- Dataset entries
/**
 * assignments.bin: for every row, the rank (1-based, int32) of its nearest representative (−(j+1)
 * when it is fixed item j), then
 * for every row its distance to it (float32), little-endian — 8 bytes a row, written once by the
 * selection and streamed out by the export without holding it whole in memory.
 */
export function encodeAssignments(rank: Int32Array, distance: Float32Array): Buffer {
  const n = rank.length;
  const out = Buffer.alloc(n * 8);
  for (let i = 0; i < n; i++) {
    out.writeInt32LE(rank[i], i * 4);
    out.writeFloatLE(distance[i], n * 4 + i * 4);
  }
  return out;
}

/** Byte offsets of row i's rank and distance in assignments.bin for a dataset of n rows. */
export function assignmentOffsets(n: number, i: number): { rank: number; distance: number } {
  return { rank: i * 4, distance: n * 4 + i * 4 };
}
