import { CairnError } from '../errors.js';
import { errorOf } from './task-runner.js';
import type { TaskStore } from './task-store.js';
import { cancelledCode, type TaskRef, type TaskState } from './task.js';

/**
 * Records the cancellation of a task that a queue removed before any runner took it: no runner
 * will ever write its state, so the queue writes the final one itself. Returns the state written,
 * or null when the task folder is gone (deleted meanwhile).
 */
export async function cancelUnstarted(store: TaskStore, ref: TaskRef): Promise<TaskState | null> {
  try {
    const state = await store.readState(ref);
    const now = new Date().toISOString();
    const next: TaskState = { ...state, status: 'cancelled', error: errorOf(new CairnError(cancelledCode(ref.kind))), finishedAt: now, updatedAt: now };
    await store.writeState(ref, next);
    return next;
  } catch {
    return null;
  }
}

- EXERCISE
Only the lines above, from the first through the one holding "out.writeInt32LE(rank[i], i * 4);", are to be output, and they must be copied exactly.

- ANSWER BELOW
/**
 * assignments.bin: for every row, the rank (1-based, int32) of its nearest representative (−(j+1)
 * when it is fixed item j), then
 * for every row its distance to it (float32), little-endian — 8 bytes a row, written once by the
 * selection and streamed out by the export without holding it whole in memory.
 */
export function encodeAssignments(rank: Int32Array, distance: Float32Array): Buffer {
  const n = rank.length;
  const out = Buffer.alloc(n * 8);
  for (let i = 0; i < n; i++) {
    out.writeInt32LE(rank[i], i * 4);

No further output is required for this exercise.